Wednesday, January 5, 2011

It’s all about money... Isn’t it?

An excerpt from an actual government brief assessing preparedness (minor changes added to preserve anonymity):
  

"Optimum Preparedness allows management to analyze preparedness performance in a cost environment.  The ratio of expected to actual preparedness is multiplied by expected budget to determine how much money should have been spent to reach current preparedness levels.  The ratio of expected budget to actual cost is multiplied by expected budget to determine cost to achieve expected preparedness levels."

It's kind of bureaucrat-speak gobbledygook, but that's not the point.  The point is that when all this is taken apart and made understandable is this: The underlying assumption of this major government organization is that more money will fix any problem. 

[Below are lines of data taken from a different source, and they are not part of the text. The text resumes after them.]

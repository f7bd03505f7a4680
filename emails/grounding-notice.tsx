import { Button, Text } from "@react-email/components";
import { EmailLayout, buttonStyle } from "./layout";

/** Sent to every member (booking holders first, once bookings exist) when an aircraft is grounded. */
export type GroundingNoticeProps = {
  clubName: string;
  registration: string;
  aircraftName: string;
  reason: string;
  /** Already in the club's time zone, e.g. "2026-05-01 14:00 (America/Chicago)". */
  effectiveAt: string;
  issuedBy: string;
  /** Why this person hears of it: a booking on the aircraft, or club membership. */
  because: "booking" | "member";
  url: string;
};

export function GroundingNoticeEmail({ clubName, registration, aircraftName, reason, effectiveAt, issuedBy, because, url }: GroundingNoticeProps) {
  const title = `${registration} is grounded`;
  return (
    <EmailLayout preview={`${registration} grounded: ${reason}`} title={title} clubName={clubName}>
      <Text>
        {registration} ({aircraftName}) is grounded from {effectiveAt}. Do not fly it until the notice is lifted.
      </Text>
      <Text>
        <strong>Reason:</strong> {reason}
      </Text>
      <Text>Issued by {issuedBy}.</Text>
      {because === "booking" ? <Text>You hear of this first because you hold a booking on this aircraft.</Text> : null}
      <Button href={url} style={buttonStyle}>See the aircraft</Button>
    </EmailLayout>
  );
}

Literally - any problem.  There is no reference to any procedure, no reference to any personnel condition or manning level or training status, no reference to equipment needs, no assessment of reasons for underperformance, no lessons learned.  The one and only point of analysis here, the assumed determining factor for organization preparedness (and by extension, organization success or failure) is money.

It doesn't take a rocket scientist to figure out that increasing the amount of money for a given venture will not improve preparedness if money was not the problem in the first place.  What if poor preparedness is due to poor training - or poor leadership – or miscommunication - or a natural disaster?

Even if insufficient funding does coincidentally turn out to be the problem, increasing the amount of money dedicated to fixing it will not help unless those extra funds are correctly applied.  If the reason for poor preparedness is too few vehicles in the company fleet, and an extra million dollars is spent to increase national marketing and put an ice cream machine in the CEO kitchen, then preparedness will not change.

The assumption that increasing funding will solve any problem may be an example of our epidemic of obsession with digital analysis, in which everything must be expressed in numerical form.  Dollars are a convenient way to digitize any problem - even if they are not the right thing to be assessing in a specific situation. 

Perhaps this assumption is simply the result of our current political environment, in which a problem is not considered solved unless and until truckloads of money have been dumped onto it.  This is how we've run up the largest peacetime deficit in US history, with little or nothing to show for it.

It is disturbing that the US government implicitly assumes that any given problem must be essentially due to underfunding… but not really surprising.  A common refrain heard in the halls of a certain major government facility is, "In the end, it's all about money."  Unfortunately, I have heard that line a multitude of times from any number of different people.  That does not make it any more intelligent.